David Joseph Attard, the General Academic Coordinator and Editor of this series, is the Director of the International Maritime Law Institute. He has been a judge at the International Tribunal for the Law of the Sea since 2011, and Vice-President of the Tribunal since 2017. He read law at the University of Malta and the University of Oxford, was appointed to the Chair of Public International Law at the University of Malta, and has been a Visiting Professor of International Law at the University of Rome II, a Senior Visiting Research Fellow at the University of Oxford, as well as a Fullbright Fellow at the Yale Law School.

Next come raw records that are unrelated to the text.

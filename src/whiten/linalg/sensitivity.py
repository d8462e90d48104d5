"""Componentwise sensitivity pieces of a covariance object, for the likelihood's digits statements.

Two nonnegative matrices describe how far a covariance ``S`` can move:

* ``G_data``: the change of ``S`` when each of its inputs changes by one unit
  in its last digit (relative ``eps``), to first order, divided by ``eps``:
  ``|S|`` for a matrix, ``d`` for a diagonal, ``2|U||U|^T + D`` for
  ``U U^T + D``, ``2 G_A (x) G_B`` for a Kronecker product, blockwise for blocks.
  For a Factor given only by its ``L`` the input is ``L``: ``2|L||L|^T``.
* ``G_factor``: the scale of the backward error of the Cholesky factorization
  (Demmel, 1989; Higham, 2002, Thm 10.3): ``|L||L|^T``.

The log-determinant moves by ``tr(S^{-1} dS)``, so its worst first-order change
is ``eps * sum_ij |S^{-1}_ij| G_ij``; :func:`logdet_sums` evaluates that sum
exactly for n up to :data:`EXACT_MAX` (entries of ``S^{-1}`` from triangular
solves, used only in this reported bound), and bounds it by
``n / rcond_scaled`` beyond (the sum is invariant under diagonal scaling, and
the scaled ``G`` has entries at most 1).
"""

from __future__ import annotations

import math

import numpy as np
from scipy.linalg import blas

from .factor import Factor
from .structured import (
    BlockDiagonalCovariance,
    DiagonalCovariance,
    KroneckerCovariance,
    LowRankPlusDiagonal,
    StructuredCovariance,
)

__all__ = ["abs_cov_matvec", "chi2_sums", "logdet_sums", "EXACT_MAX"]

#: largest dimension for which the log-det sums are evaluated exactly (cost about n^3 flops)
EXACT_MAX = 1500


def _dense_input(f: Factor) -> np.ndarray | None:
    return f._matrix  # the matrix the factor was made from, when it was made from one


def abs_cov_matvec(cov, v: np.ndarray, which: str = "data") -> np.ndarray:
    """``G |v|`` for rows ``v`` (N, n), G the data (``"data"``) or factor (``"factor"``) sensitivity matrix."""
    av = np.abs(v)
    if isinstance(cov, Factor):
        lab = np.abs(cov.lower)
        m = _dense_input(cov)
        if which == "data" and m is not None:
            return av @ np.abs(m)
        g = (av @ lab) @ lab.T
        return 2.0 * g if which == "data" else g
    if isinstance(cov, DiagonalCovariance):
        return av * cov.variances[None, :]
    if isinstance(cov, LowRankPlusDiagonal):
        au = np.abs(cov._u)
        return 2.0 * (av @ au) @ au.T + av * cov._d[None, :]
    if isinstance(cov, BlockDiagonalCovariance):
        out = np.empty_like(av)
        for p, a, b in cov._slices():
            out[:, a:b] = abs_cov_matvec(p, v[:, a:b], which)
        return out
    if isinstance(cov, KroneckerCovariance):
        fa, fb = cov.factors
        na, nb = fa.dim, fb.dim
        ga = _dense_g(fa, which)
        gb = _dense_g(fb, which)
        t = av.reshape(-1, na, nb)
        out = np.einsum("ik,nkl,jl->nij", ga, t, gb)   # (G_A (x) G_B) vec(V) = vec(G_A V G_B^T), row-major
        return 2.0 * out.reshape(av.shape)
    if isinstance(cov, StructuredCovariance):
        return av @ np.abs(cov.dense())
    raise TypeError(f"not a covariance object: {type(cov).__name__}")


def chi2_sums(cov, v: np.ndarray, which: str = "data") -> np.ndarray:
    """Per row of ``v`` (N, n): ``sum |v_i dS_ij v_j| / eps`` for the worst one-ulp change of the inputs.

    ``|v|^T G |v|`` in general; sharper where the structure allows: ``2 |U^T v| . (|U|^T |v|) + sum d v^2``
    for ``U U^T + D`` and ``sum |A o (V B V^T)| + sum |B o (V^T A V)|`` (``V`` the row as an a x b array,
    ``|A|``, ``|B|`` replaced by ``|L||L|^T`` for ``which="factor"``) for a Kronecker product.
    """
    if isinstance(cov, LowRankPlusDiagonal):
        u = np.asarray(cov._u)
        return 2.0 * np.einsum("ik,ik->i", np.abs(v @ u), np.abs(v) @ np.abs(u)) + (v * v) @ cov._d
    if isinstance(cov, KroneckerCovariance):
        fa, fb = cov.factors
        a, b = fa.matrix(), fb.matrix()
        vv = v.reshape(-1, fa.dim, fb.dim)
        ta = np.einsum("nij,jk,nlk->nil", vv, b, vv)   # V B V^T
        tb = np.einsum("nji,jk,nkl->nil", vv, a, vv)   # V^T A V
        ga, gb = _dense_g(fa, which), _dense_g(fb, which)
        if which == "data" and fa._matrix is None:
            ga = ga / 2.0
        if which == "data" and fb._matrix is None:
            gb = gb / 2.0
        return np.einsum("ij,nij->n", ga, np.abs(ta)) + np.einsum("ij,nij->n", gb, np.abs(tb))
    if isinstance(cov, BlockDiagonalCovariance):
        out = np.zeros(v.shape[0])
        for p, a0, b0 in cov._slices():
            out += chi2_sums(p, v[:, a0:b0], which)
        return out
    return np.einsum("ij,ij->i", np.abs(v), abs_cov_matvec(cov, v, which))


def _dense_g(f: Factor, which: str) -> np.ndarray:
    m = _dense_input(f)
    if which == "data" and m is not None:
        return np.abs(m)
    lab = np.abs(f.lower)
    g = lab @ lab.T
    return 2.0 * g if which == "data" and m is None else g


def _factor_sums(f: Factor) -> tuple[float, float]:
    n = f.dim
    if n > EXACT_MAX:
        rc = f.health.rcond_scaled
        t = n / rc if rc > 0 else math.inf
        return t, t
    x = blas.dtrsm(  # inverse-ok: entries of S^{-1} only enter the reported log-det sensitivity
        1.0, np.asfortranarray(f.lower), np.eye(n, order="F"), side=0, lower=1)
    w = np.abs(x.T @ x)
    return float(np.sum(w * _dense_g(f, "data"))), float(np.sum(w * _dense_g(f, "factor")))


def logdet_sums(cov) -> tuple[float, float]:
    """``(sum |S^{-1}| o G_data, sum |S^{-1}| o G_factor)``: worst first-order change of ``log det S`` per eps.

    Diagonal: ``(n, n)`` exactly. Low rank plus diagonal: ``2 sum |S^{-1}U| o |U| + tr(S^{-1}D)`` with
    ``S^{-1}U`` one solve and ``tr(S^{-1}D) = n - tr(U^T S^{-1} U)``. Kronecker ``A (x) B``:
    ``n_B T_A + n_A T_B``. Blocks: the sum over blocks.
    """
    if isinstance(cov, Factor):
        return _factor_sums(cov)
    if isinstance(cov, DiagonalCovariance):
        return float(cov.dim), float(cov.dim)
    if isinstance(cov, LowRankPlusDiagonal):
        u = np.asarray(cov._u)
        su = cov.solve(u)
        t = 2.0 * float(np.sum(np.abs(su) * np.abs(u))) + max(0.0, cov.dim - float(np.sum(su * u)))
        return t, t
    if isinstance(cov, BlockDiagonalCovariance):
        parts = [logdet_sums(p) for p in cov.blocks]
        return float(sum(p[0] for p in parts)), float(sum(p[1] for p in parts))
    if isinstance(cov, KroneckerCovariance):
        fa, fb = cov.factors
        ta, tb = _factor_sums(fa), _factor_sums(fb)
        return fb.dim * ta[0] + fa.dim * tb[0], fb.dim * ta[1] + fa.dim * tb[1]
    n = cov.dim
    rc = cov.health.rcond_scaled
    t = n / rc if rc > 0 else math.inf
    return t, t
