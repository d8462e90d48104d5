"""``whiten regress``: least-squares (or ridge) fit of one column of a table on others."""

from __future__ import annotations

import argparse
import io
import json
import math
import os

from ..errors import InputError
from . import add_reader_options

EPILOG = """\
examples (the file comes with `whiten demo --out demo-output`, in demo-output/kiln_energy):
  whiten regress kiln_energy.csv --response energy_kwh --weights meter_weight -o kiln_fit.json
  whiten regress kiln_energy.csv --response energy_kwh \\
      --predictors zone_c_upper,zone_c_lower,load_t,fan_rpm,ambient_c \\
      --weights meter_weight --chart kiln_fit.png -o kiln_fit.json
  whiten regress kiln_energy.csv --response energy_kwh --ridge gcv --standardize \\
      --chart ridge.png -o ridge.json

What you get on screen: every coefficient with its interval, a numerical-health
block (condition number of the design with unit-length columns and as given, how
many digits of the coefficients can be trusted, how the solve was refined) and
the collinearity findings in plain words (which columns are nearly or exactly
dependent, and on what). FIT.json holds all of it plus VIFs, condition indices
and variance-decomposition proportions. With --chart: residuals against fitted
values and leverage against deleted (externally studentized) residuals; for ridge, the coefficient
paths and the criterion curve over the penalty grid.

Rules: every row of DATA is used (a missing or non-numeric cell in a used column
is an error naming its row and column, never silently dropped); an exactly
dependent column is set aside (the later one in --predictors order) and named
with the columns it depends on; existing output files are replaced only with
--force.
"""


def add_parser(sub) -> None:
    p = sub.add_parser(
        "regress", help="fit a regression on (nearly) collinear columns, with trustworthy digits",
        description="Fit RESPONSE on PREDICTORS from a CSV table by equilibrated Householder QR with "
                    "extended-precision refinement (or ridge), report intervals, numerical health and "
                    "collinearity, and save the fit as JSON.",
        epilog=EPILOG, formatter_class=argparse.RawDescriptionHelpFormatter)
    p.add_argument("data", metavar="DATA.csv", help="table with a header row (CSV; .tsv is read tab-separated)")
    p.add_argument("--response", required=True, metavar="COL", help="column to explain")
    p.add_argument("--predictors", metavar="A,B,...",
                   help="comma-separated predictor columns (default: every other column except --weights)")
    p.add_argument("--weights", metavar="COL", help="column of positive row weights (weighted least squares)")
    p.add_argument("--ridge", metavar="gcv|loocv|VALUE",
                   help="ridge penalty on the predictors (intercept unpenalised): a number, or gcv / loocv to "
                        "choose it on a log grid")
    p.add_argument("--standardize", action="store_true",
                   help="with --ridge: penalise predictors scaled to unit standard deviation")
    p.add_argument("--no-intercept", action="store_true", help="fit without a constant term")
    p.add_argument("--rank-policy", choices=["nan", "drop", "raise", "minimum-norm"], default="nan",
                   help="what to do with exactly dependent columns (default: nan = set aside, reported as NaN)")
    p.add_argument("--coverage", type=float, default=0.95, help="interval coverage (default 0.95)")
    p.add_argument("-o", "--output", required=True, metavar="FIT.json", help="where to write the fit")
    p.add_argument("--chart", metavar="FILE.png", help="write diagnostic charts (PNG)")
    p.add_argument("--force", action="store_true", help="replace output files that already exist")
    p.add_argument("--report", metavar="FILE.html", help="also write a one-file HTML report (whiten.report)")
    add_reader_options(p)
    p.set_defaults(func=run)


def _read_table(path: str, args=None):
    """The table, opened by the one reader (whiten.io.tables): file checked, header read."""
    from ..io.tables import open_table

    return open_table(path, sep=getattr(args, "sep", None), decimal=getattr(args, "decimal", None),
                      na_values=getattr(args, "na_values", None))


def _select(table, args):
    """(predictors, the used columns as one float64 frame); every row kept, NaN left to the fit to name."""
    import pandas as pd

    wanted = [args.response] + ([args.weights] if args.weights else [])
    if args.predictors:
        preds = [c.strip() for c in args.predictors.split(",") if c.strip()]
        if not preds:
            raise InputError("--predictors: give at least one column name, e.g. --predictors a,b")
        if args.response in preds:
            raise InputError(f"--predictors: the response {args.response!r} cannot also be a predictor")
        dup = sorted({c for c in preds if preds.count(c) > 1})
        if dup:
            raise InputError(f"--predictors: {dup} listed more than once")
    else:
        preds = None
    preds = table.select(preds, what="--response/--predictors/--weights", also=wanted)
    used = list(dict.fromkeys(wanted + preds))
    return preds, pd.concat(list(table.chunks(used)))


def _fmt(v: float, width: int = 0) -> str:
    if v is None or (isinstance(v, float) and math.isnan(v)):
        s = "n/a"
    elif isinstance(v, float) and math.isinf(v):
        s = "inf" if v > 0 else "-inf"
    else:
        s = f"{v:.6g}"
    return s.rjust(width) if width else s


def _report(fit, args, preds) -> str:
    h = fit.health
    lines = []
    kind = {"none": "least squares", "wls": "weighted least squares", "gls": "generalised least squares"}[fit.weighted]
    if fit.ridge is not None:
        kind = f"ridge ({'chosen by ' + fit.ridge.criterion if fit.ridge.criterion != 'fixed' else 'fixed'} " \
               f"penalty {fit.ridge.penalty:.4g}{', standardized' if fit.ridge.standardized else ''})"
    lines.append(f"== {args.response} explained by {len(preds)} predictor(s) over {fit.n_rows} rows, {kind} ==")
    lines.append("")
    pct = f"{100 * args.coverage:g}%"
    lines.append(f"-- coefficients, each with its {pct} interval --")
    ci = fit.coef_interval(args.coverage)
    pred_pos = {n: i for i, n in enumerate(fit.columns)}
    wname = max(len(n) for n in fit.names)
    for i, name in enumerate(fit.names):
        est = fit.coef[i]
        if math.isnan(est):
            lines.append(f"  {name.ljust(wname)}  set aside (a combination of other columns; see collinearity below)")
            continue
        extra = []
        if not math.isnan(fit.p_value[i]):
            extra.append(f"p {fit.p_value[i]:.2g}")
        if name in pred_pos and not math.isnan(fit.vif[pred_pos[name]]):
            extra.append(f"VIF {_fmt(float(fit.vif[pred_pos[name]]))}")
        lines.append(f"  {name.ljust(wname)}  {_fmt(float(est), 13)}   from {_fmt(float(ci[i, 0]))} to "
                     f"{_fmt(float(ci[i, 1]))}   (std error {_fmt(float(fit.std_error[i]))}"
                     + (", " + ", ".join(extra) if extra else "") + ")")
    lines.append("")
    lines.append("-- how well it fits --")
    about = "of the variation" if fit.intercept else "of the sum of squares about zero (no intercept)"
    lines.append(f"  explains {100 * fit.r_squared:.4g}% {about} (adjusted {100 * fit.adj_r_squared:.4g}%); "
                 f"residual sd {_fmt(fit.residual_sd)} on {_fmt(float(fit.dof))} degrees of freedom")
    if not math.isnan(fit.f_statistic):
        lines.append(f"  all-slopes-zero test: F = {_fmt(fit.f_statistic)}, p = {fit.f_p_value:.2g}")
    lines.append(f"  log-likelihood {_fmt(fit.loglik)}, AIC {_fmt(fit.aic)}, BIC {_fmt(fit.bic)}")
    lines.append("")
    lines.append("-- numerical health --")
    lines.append(f"  condition number {h.condition:.3g} with unit-length columns "
                 f"({h.condition_raw:.3g} as given; {h.condition_fitted:.3g} for the columns fitted)")
    lines.append(f"  digits you can trust: {h.digits_solved:.1f} computed right for the data exactly as given; "
                 f"{h.digits_trusted:.1f} survive a change in the data's last digit")
    ref = (f"{h.refinement_steps} refinement step(s) with {h.residual_arithmetic} residuals, "
           f"{'converged' if h.refinement_converged else 'stopped'} (last correction {h.last_correction:.1g})"
           if h.refinement_steps else "no refinement")
    lines.append(f"  solve: {h.method}; {ref}")
    lines.append(f"  rank {h.rank} of {h.n_columns} columns")
    for note in h.notes:
        lines.append(f"  note: {note}")
    lines.append("")
    lines.append("-- collinearity --")
    if fit.collinearity.sentences:
        for s in fit.collinearity.sentences:
            lines.append(f"  * {s}")
    else:
        lines.append("  no near-dependence: every condition index is at most 30 (Belsley's threshold)")
    return "\n".join(lines) + "\n"


def _chart(fit, path: str, force: bool) -> None:
    import matplotlib

    matplotlib.use("Agg")
    import matplotlib.pyplot as plt

    from .. import _palette as pal
    from ..io.atomic import write_bytes

    panels = 2 + (2 if fit.ridge is not None and fit.ridge.grid is not None else 0)
    fig, axes = plt.subplots(1, panels, figsize=(4.2 * panels, 3.8))
    ax = axes[0]
    ax.scatter(fit.fitted, fit.residuals, s=10, color=pal.PLAIN)
    ax.axhline(0.0, color=pal.MUTED, lw=0.8)
    ax.set_xlabel("fitted value")
    ax.set_ylabel("residual")
    ax.set_title("residuals against fitted")
    ax = axes[1]
    if fit.influence_available:
        inf = fit.influence()
        ax.scatter(inf.leverage, inf.deleted_residual, s=10, color=pal.PLAIN)
        p = fit.rank  # the columns fitted: for a fit with influence measures, rank == their number
        ax.axvline(2 * p / fit.n_rows, color=pal.ACCENT, lw=0.8, ls="--", label="2p/n")
        ax.axhline(0.0, color=pal.MUTED, lw=0.8)
        ax.set_xlabel("leverage")
        ax.set_ylabel("deleted residual")
        ax.set_title("leverage against deleted residual")
        ax.legend(loc="best", fontsize=8)
    else:
        ax.hist(fit.residuals, bins=min(30, max(5, fit.n_rows // 4)), color=pal.LIGHT)
        ax.set_xlabel("residual")
        ax.set_title("residual histogram")
    if panels == 4:
        r = fit.ridge
        ax = axes[2]
        for j, nm in enumerate(fit.columns):
            ax.plot(r.grid, r.paths[:, j], label=nm, color=pal.series(j))
        ax.axvline(r.penalty, color=pal.ACCENT, ls=":", lw=1)
        ax.set_xscale("log")
        ax.set_xlabel("penalty")
        ax.set_title("coefficient paths")
        ax.legend(fontsize=7, loc="best")
        ax = axes[3]
        ax.plot(r.grid, r.scores, color=pal.INK)
        ax.axvline(r.penalty, color=pal.ACCENT, ls=":", lw=1)
        ax.set_xscale("log")
        ax.set_yscale("log")
        ax.set_xlabel("penalty")
        ax.set_title(f"{r.criterion.upper()} criterion")
    fig.tight_layout()
    buf = io.BytesIO()
    fig.savefig(buf, format="png", dpi=110)
    plt.close(fig)
    write_bytes(path, buf.getvalue(), force=force, what="chart")


def run(args) -> int:
    from .. import fit_linear
    from ..io.atomic import check_writable, refuse_inputs, write_text
    from ..regression.fitfile import FIT_SCHEMA

    check_writable(args.output, force=args.force, what="fit")
    if args.chart:
        check_writable(args.chart, force=args.force, what="chart")
        if os.path.abspath(args.chart) == os.path.abspath(args.output):
            raise InputError("--chart and -o must be different files")
    if getattr(args, "report", None):
        check_writable(args.report, force=args.force, what="report")
    refuse_inputs({"-o": args.output, "--chart": args.chart, "--report": getattr(args, "report", None)},
                  {"data": args.data})
    if not 0 < args.coverage < 1:
        raise InputError(f"--coverage: must be strictly between 0 and 1 (e.g. 0.95), got {args.coverage}")
    preds, df = _select(_read_table(args.data, args), args)
    x = df[preds]
    y = df[args.response]
    w = df[args.weights] if args.weights else None
    try:
        fit = fit_linear(x, y, intercept=not args.no_intercept, weights=w, ridge=args.ridge,
                         standardize=args.standardize, rank_policy=args.rank_policy)
    except InputError as exc:
        msg = str(exc)
        for tag, col in (("y:", args.response), ("weights:", args.weights)):
            if msg.startswith(tag) and col:
                msg = f"column {col!r}:" + msg[len(tag):]
        msg = msg.replace("rank_policy='nan', 'drop' or 'minimum-norm'", "--rank-policy nan, drop or minimum-norm")
        raise InputError(f"{args.data}: {msg}") from None
    text = _report(fit, args, preds)
    doc = {"schema": FIT_SCHEMA, "data": os.path.basename(args.data), "response": args.response,
           "predictors": preds, "weights": args.weights, "coverage": args.coverage, "fit": fit.to_dict(args.coverage)}
    write_text(args.output, json.dumps(doc, indent=1, allow_nan=False) + "\n", force=args.force, what="fit")
    if args.chart:
        _chart(fit, args.chart, args.force)
    if getattr(args, "report", None):  # --report: one self-contained HTML file (whiten.report)
        from ..report import cli_provenance, regression_report

        regression_report(fit, response=args.response, coverage=args.coverage,
                          provenance=cli_provenance(args, inputs=[args.data])).write(args.report, force=args.force)
    print(text, end="")
    print(f"fit written to {args.output}" + (f", charts to {args.chart}" if args.chart else "")
          + (f", report to {args.report}" if getattr(args, "report", None) else ""))
    return 0
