"""``whiten demo``: run the bundled, invented scenarios end to end."""

from __future__ import annotations

import argparse
import importlib
from pathlib import Path
from types import ModuleType

from ..errors import InputError

# scenario name -> module in whiten.demos; listed in the order they run
SCENARIOS = {
    "cooling": "cooling",          # monitoring a cooling-water loop
    "calibration": "calibration",  # calibrating a temperature probe
    "kiln": "basic",               # the factor core on three thermocouples
    "kiln_energy": "kiln_energy",  # regression on near-collinear kiln columns
}

EPILOG = """\
examples:
  whiten demo --out demo-output             run every scenario
  whiten demo --out demo-output --only kiln run one scenario
  whiten demo --out demo-output --force     replace files from an earlier run

Each scenario writes its data, model, results and charts into the folder
and prints a short account of what it found. The data are invented.
"""


def _available() -> dict[str, ModuleType]:
    found = {}
    for name, mod in SCENARIOS.items():
        try:
            found[name] = importlib.import_module(f"whiten.demos.{mod}")
        except ModuleNotFoundError as exc:
            if exc.name != f"whiten.demos.{mod}":
                raise
    return found


def add_parser(sub) -> None:
    p = sub.add_parser(
        "demo", help="run the bundled scenarios on invented data",
        description="Run whiten's demo scenarios on bundled, invented data and explain the results.",
        epilog=EPILOG, formatter_class=argparse.RawDescriptionHelpFormatter)
    p.add_argument("--out", required=True, metavar="DIR", help="folder for the outputs (created if missing)")
    p.add_argument("--only", metavar="NAME", help=f"run one scenario: {', '.join(SCENARIOS)}")
    p.add_argument("--force", action="store_true", help="replace output files that already exist")
    p.set_defaults(func=run)


def run(args) -> int:
    scenarios = _available()
    if args.only:
        if args.only not in scenarios:
            raise InputError(f"--only: unknown scenario {args.only!r}; choose from {sorted(scenarios)}")
        scenarios = {args.only: scenarios[args.only]}
    out = Path(args.out)
    if out.exists() and not out.is_dir():
        raise InputError(f"--out: {str(out)!r} exists and is not a folder")
    for name, mod in scenarios.items():
        target = out / name
        target.mkdir(parents=True, exist_ok=True)
        print(f"== {name} ==")
        for line in mod.run(target, force=args.force):
            print(line)
        print(f"(files in {target})")
        print()
    print("Caution: a statistical screen is not a protective function; alarms do not replace the plant's "
          "safety systems, and regulated calibration follows local codes and accredited practice.")
    return 0
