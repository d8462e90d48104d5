"""Pivoted Cholesky (LAPACK ``dpstrf``): numerical rank and which variables depend on which."""

from __future__ import annotations

import dataclasses
from collections.abc import Sequence
from typing import Any

import numpy as np
from scipy.linalg import lapack, solve_triangular

from .._numerics import EPS
from .._validate import as_square
from ..errors import InputError, NotPositiveDefiniteError
from .health import _pow2_scale

__all__ = ["RankReport", "pivoted_cholesky"]



@dataclasses.dataclass(frozen=True)
class RankReport:
    """Outcome of a pivoted Cholesky factorization.

    Attributes
    ----------
    rank : int
        Numerical rank at tolerance ``tol``.
    dim : int
    order : tuple of int
        Pivot order: ``order[:rank]`` are the independent variables, chosen
        greedily by largest remaining (unit-diagonal-scaled) variance.
    independent, dependent : tuple of str
        Names (or ``"x<k>"``) of the variables kept and the ones that are
        (numerically) linear combinations of the kept ones.
    dependencies : dict
        ``name -> tuple of names`` it depends on (coefficients above ``1e-8``
        of the largest, in unit-diagonal scaling).
    coefficients : dict
        ``name -> dict(name -> coefficient)`` in the original units:
        ``x_dep ≈ sum_k c_k x_k`` (for centred data).
    residual_variance : dict
        ``name -> fraction`` of its variance not explained by the kept variables.
    tol : float
    """

    rank: int
    dim: int
    order: tuple
    independent: tuple
    dependent: tuple
    dependencies: dict
    coefficients: dict
    residual_variance: dict
    tol: float

    @property
    def full_rank(self) -> bool:
        return self.rank == self.dim

    def describe(self) -> list[str]:
        """Plain-words sentences, one per dependent variable."""
        out = []
        for d in self.dependent:
            deps = self.dependencies[d]
            if not deps:
                out.append(f"{d} has (numerically) zero variance")
            else:
                out.append(f"{d} is a linear combination of {', '.join(deps)}")
        return out


def pivoted_cholesky(a: Any, *, tol: float | None = None, columns: Sequence[str] | None = None) -> RankReport:
    """Numerical rank of a positive semi-definite matrix and the dependent variables.

    Parameters
    ----------
    a : array_like or DataFrame, shape (p, p)
        Symmetric positive semi-definite (e.g. a covariance or Gram matrix).
    tol : float, optional
        Pivots of the unit-diagonal matrix at or below ``tol`` count as zero.
        Default ``100 * p * eps`` (about 2e-14 p): only exact dependence up to
        rounding. Pass e.g. ``1e-8`` to also catch near-dependence (a variable
        with less than 1e-8 of its variance unexplained by the others).
    columns : sequence of str, optional
        Column (variable) labels.

    Returns
    -------
    RankReport

    Raises
    ------
    InputError
        Not square, not finite, not symmetric.
    NotPositiveDefiniteError
        A negative variance.

    Notes
    -----
    The matrix is scaled to unit diagonal first, so the pivot order and the
    tolerance do not depend on units. Cost p^3/3 flops plus one triangular
    solve per dependent variable.

    Examples
    --------
    >>> import numpy as np, whiten
    >>> x = np.array([[1., 2., 3.], [4., 5., 6.], [7., 8., 10.], [2., 0., 2.]])
    >>> x = np.column_stack([x, x[:, 0] + x[:, 1]])
    >>> rep = whiten.pivoted_cholesky(x.T @ x, columns=["a", "b", "c", "d"])
    >>> rep.rank
    3
    """
    m, frame_names = as_square(a, name="a")
    names = list(columns) if columns is not None else frame_names
    p = m.shape[0]
    labels = names if names is not None else [f"x{k}" for k in range(p)]
    if len(labels) != p:
        raise InputError(f"columns: expected {p} names, got {len(labels)}")
    diag = np.diag(m)
    if np.any(diag < 0):
        k = int(np.argmin(diag))
        raise NotPositiveDefiniteError(f"a: variance of {labels[k]!r} is negative ({diag[k]:.3g})", pivot=k)
    tol = 100.0 * p * EPS if tol is None else float(tol)
    if tol < 0:
        raise InputError(f"tol: must be non-negative, got {tol}")
    s = _pow2_scale(diag.copy())
    ms = m * s[:, None] * s[None, :]
    # dpstrf compares remaining pivots (squared scale) against tol * (largest diagonal)
    c, piv, rank, info = lapack.dpstrf(ms, tol=tol, lower=1)
    if info < 0:  # pragma: no cover
        raise InputError(f"dpstrf failed with info={info}")
    piv = np.asarray(piv) - 1
    rank = int(rank)
    lc = np.tril(c)
    order = tuple(int(k) for k in piv)
    indep = order[:rank]
    dep = order[rank:]
    deps: dict = {}
    coefs: dict = {}
    resid: dict = {}
    if rank > 0 and dep:
        l11 = lc[:rank, :rank]
        l21 = lc[rank:, :rank]
        # x_dep (scaled) = l21 l11^{-1} x_indep (scaled) for the dependent rows
        cmat = solve_triangular(l11, l21.T, lower=True, trans="T")  # shape (rank, n_dep)
        for j, d in enumerate(dep):
            cj = cmat[:, j]
            big = np.max(np.abs(cj)) if cj.size else 0.0
            keep = [i for i in range(rank) if big > 0 and abs(cj[i]) > 1e-8 * big]
            keep.sort(key=lambda i: indep[i])
            deps[labels[d]] = tuple(labels[indep[i]] for i in keep)
            # back to original units: x_d = sum c_i * (s_i / s_d) x_i
            coefs[labels[d]] = {labels[indep[i]]: float(cj[i] * s[indep[i]] / s[d]) for i in keep}
            rv = ms[d, d] - float(l21[j] @ l21[j])
            resid[labels[d]] = max(0.0, rv / ms[d, d]) if ms[d, d] > 0 else 0.0
    else:
        for d in dep:
            deps[labels[d]] = ()
            coefs[labels[d]] = {}
            resid[labels[d]] = 0.0
    return RankReport(
        rank=rank, dim=p, order=order,
        independent=tuple(labels[k] for k in indep), dependent=tuple(labels[k] for k in dep),
        dependencies=deps, coefficients=coefs, residual_variance=resid, tol=tol,
    )
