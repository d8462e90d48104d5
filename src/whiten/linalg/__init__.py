"""Factorizations and solves. Imports only ``errors``, ``_validate`` and ``_settings``."""

from .factor import Factor, FactorHealth, cholesky
from .pivoted import RankReport, pivoted_cholesky

__all__ = ["Factor", "FactorHealth", "cholesky", "RankReport", "pivoted_cholesky"]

Malgosia Fitzmaurice, the Academic Coordinator of this volume, holds a Chair of Public International Law in the Department of Law at Queen Mary University of London. She specializes in international environmental law, the law of treaties, and indigenous peoples. She is Editor in Chief of the International Community Law Review journal and of the book series published by Brill/Nijhoff entitled Queen Mary Studies in International Law. Professor Fitzmaurice was invited as a Visiting Professor to and lectured at various universities, such as Berkeley Law School, the University of Kobe, and at Panthéon-Sorbonne (Paris I), and she was involved in a multi stakeholder project funded by the EU Commission on environmental crime.
Alexandros X.M. Ntovas, the Editor of this volume, is a Lecturer in Shipping Law at Queen Mary's Centre for Commercial Law Studies. He has held a law lectureship in international law at the University of Southampton Law School, where he was also a Governing Board Member of the Institute of Maritime Law. He has studied under a number of prestigious scholarships for law and political sciences in Greece, England, Belgium, France, and the Netherlands. He has practiced public and administrative law, and acted on numerous occasions as a policy advisor to governments, including the European Union, the public sector, and the shipping industry. His expertise lies in admiralty, with a focus on wet shipping law, navigational freedoms, and practice, as well as in all issues regarding piracy and other aspects of contemporary safety and security of ships, ports, and offshore installations. He leads the LLM in International Shipping Law.



The 1982 United Nations Convention on the Law of the Sea (UNCLOS) remains the cornerstone of global ocean governance. However, it lacks effective provisions or mechanisms to ensure that all ocean space and related problems are dealt with holistically. With seemingly no opportunity for revision due to the Conventions burdensome amendment provisions, complementary mechanisms dealing with such aspects of global ocean governance including maritime transport, fisheries, and marine environmental sustainability, have been developed under the aegis of the United Nations and other relevant international organizations. This approach is inherently fragmented and unable to achieve sustainable global ocean governance. In light of the Sustainable Development Goals (SDGs), particularly Goal 14, the IMLI Treatise proposes a new paradigm on the basis of integrated and cross-sectoral approach in order to realise a more effective and sustainable governance regime for the oceans.

This volume focuses on the role of the UN Specialized Agencies towards the development of effective and sustainable ocean governance by looking at the more elaborate mechanisms they developed in order to achieve the desired objectives laid down in UNCLOS. From FAO to UNODC, the volume examines how they ensure sustainable development and how much coordination exists among them.